• **Source data**
- - - - -

"""One shape drawn by its plugin and put in its place."""

from __future__ import annotations

from collections.abc import Mapping
from dataclasses import dataclass
from typing import Any

from membrane.errors import OutlineError
from membrane.kernel import Kernel
from membrane.plugins import load
from membrane.records.study import Shape


@dataclass(frozen=True)
class Placed:
    """A drawn shape.

    face : its kernel surface
    edges : edge name -> loose copies of its curves, which later cuts leave whole
    notes : what the plugin has to say about the shape
    """

    face: int
    edges: Mapping[str, tuple[int, ...]]
    notes: tuple[str, ...] = ()


def place(kernel: Kernel, shape: Shape) -> Placed:
    """Draw a shape, turn it about its own origin, and shift it."""
    drawing = load("outline", shape.plugin).build(kernel.geometry, shape.options)
    face = _tag(drawing.surface, 2, shape.plugin)
    edges = {}
    for name, drawn in drawing.edges.items():
        curves = [_tag(curve, 1, shape.plugin) for curve in drawn] or kernel.border(face)
        edges[name] = tuple(kernel.copies(curves))
    loose = [curve for curves in edges.values() for curve in curves]
    kernel.place(face, loose, shape.rotate, shape.at)
    return Placed(face, edges, drawing.notes)


def _tag(drawn: Any, dim: int, plugin: str) -> int:
    """The kernel's tag of a pygmsh entity."""
    found, tag = getattr(drawn, "dim_tag", (None, 0))
    if found != dim:
        kind = "surface" if dim == 2 else "curve"
        raise OutlineError(f"The shape {plugin} hands back something that is not a {kind}.")
    return int(tag)
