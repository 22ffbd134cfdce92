"""A plugin's one-sentence help, taken from its source without running it."""

from __future__ import annotations

import ast
from importlib.util import find_spec
from pathlib import Path

MISSING = "(cannot be read)"


def first_sentence(target: str) -> str:
    """First line of the docstring of the module at a dotted path."""
    source = _file(target.partition(":")[0])
    if source is None:
        return MISSING
    try:
        docstring = ast.get_docstring(ast.parse(source.read_bytes()))
    except (OSError, SyntaxError, ValueError):
        return MISSING
    return (docstring or "(has no docstring)").splitlines()[0]


def _file(module: str) -> Path | None:
    try:
        spec = find_spec(module)  # imports the packages around the module, not itself
    except Exception:  # those packages are a stranger's and may raise anything at all
        return None
    origin = Path(spec.origin) if spec is not None and spec.origin else None
    return origin if origin is not None and origin.suffix == ".py" else None
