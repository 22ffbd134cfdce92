"""From a study's shapes to named regions and edges, cut into each other exactly."""

from membrane.outline.draw import draw

__all__ = ["draw"]
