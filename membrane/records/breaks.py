"""Lines along which a function of place has a jump or a kink."""

from __future__ import annotations

from dataclasses import dataclass
from math import cos, hypot, sin
from typing import TypeAlias

Place = tuple[float, float]


@dataclass(frozen=True)
class Circle:
    """A circle about ``centre``, metres."""

    centre: Place
    radius: float

    def distance(self, place: Place) -> float:
        """From a place to the circle, metres."""
        x, y = place[0] - self.centre[0], place[1] - self.centre[1]
        return abs(hypot(x, y) - self.radius)


@dataclass(frozen=True)
class Straight:
    """A straight line through ``start`` at ``angle``, radians; a ray where it only begins there."""

    start: Place
    angle: float
    begins: bool = False

    def distance(self, place: Place) -> float:
        """From a place to the line, metres."""
        x, y = place[0] - self.start[0], place[1] - self.start[1]
        along = x * cos(self.angle) + y * sin(self.angle)
        behind = min(along, 0.0) if self.begins else 0.0
        return hypot(behind, y * cos(self.angle) - x * sin(self.angle))


Break: TypeAlias = Circle | Straight
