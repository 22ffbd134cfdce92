"""One shape drawn by its plugin and put in its place."""

from __future__ import annotations

from collections.abc import Mapping
from dataclasses import dataclass
from typing import Any

from membrane.errors import OutlineError
from membrane.kernel import Kernel
from membrane.plugins import load
from membrane.records.outline import Drawing
from membrane.records.study import Shape


@dataclass(frozen=True)
class Placed:
    """A drawn shape.

    face : its kernel surface, None for an open line
    edges : edge name -> loose copies of its curves, which later cuts leave whole
    slits : names of the left and the right lip -> a loose copy of the slit's curve
    notes : what the plugin has to say about the shape
    """

    shape: Shape
    face: int | None
    edges: Mapping[str, tuple[int, ...]]
    slits: Mapping[tuple[str, str], tuple[int, ...]]
    notes: tuple[str, ...] = ()

    @property
    def surface(self) -> int:
        """The face of a shape that is no open line."""
        if self.face is None:
            raise OutlineError(
                f"The shape {self.shape.plugin} encloses no area; "
                "use it for line loads and slits only."
            )
        return self.face

    @property
    def border(self) -> tuple[int, ...]:
        """The copies of all its edges, in their order."""
        return tuple(curve for curves in self.edges.values() for curve in curves)


def place(kernel: Kernel, shape: Shape) -> Placed:
    """Draw a shape, turn it about its own origin, and shift it."""
    drawing = _drawing(kernel, shape)
    face = None if drawing.surface is None else _tag(drawing.surface, 2, shape.plugin)
    edges, slits = {}, {}
    for name, drawn in drawing.edges.items():
        curves = [_tag(curve, 1, shape.plugin) for curve in drawn]
        if not curves and face is not None:
            curves = kernel.border(face)
        edges[name] = tuple(kernel.copies(curves))
    for lips in drawing.slits:
        curve = _tag(lips.curve, 1, shape.plugin)
        slits[lips.left, lips.right] = tuple(kernel.copies([curve]))
    loose = [curve for some in (edges, slits) for curves in some.values() for curve in curves]
    kernel.place(face, loose, shape.rotate, shape.at)
    return Placed(shape, face, edges, slits, drawing.notes)


def _drawing(kernel: Kernel, shape: Shape) -> Drawing:
    """What the plugin draws, once it is known to be a drawing with the edges it promised."""
    module = load("outline", shape.plugin)
    try:
        drawing = module.build(kernel.geometry, shape.options)
    except Exception as failure:  # a plugin's code may raise anything at all
        raise OutlineError(
            f"The shape {shape.plugin} cannot be drawn ({type(failure).__name__}: {failure}); "
            "repair its build function or change its keys."
        ) from failure
    if not isinstance(drawing, Drawing):
        raise OutlineError(f"The shape {shape.plugin} must return a Drawing from build.")
    promised, drawn = tuple(module.edges(shape.options)), drawing.names
    if set(promised) != set(drawn):
        raise OutlineError(
            f"The shape {shape.plugin} draws the edges {', '.join(drawn)} but its function "
            f"edges names {', '.join(promised)}; make them agree."
        )
    return drawing


def _tag(drawn: Any, dim: int, plugin: str) -> int:
    """The kernel's tag of a pygmsh entity."""
    found, tag = getattr(drawn, "dim_tag", (None, 0))
    if found != dim:
        kind = "surface" if dim == 2 else "curve"
        raise OutlineError(f"The shape {plugin} hands back something that is not a {kind}.")
    return int(tag)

- - - - -

• **Exercise description**
State the number of lines in the records that contain the string "promised", and nothing more.

• **Written solution**
4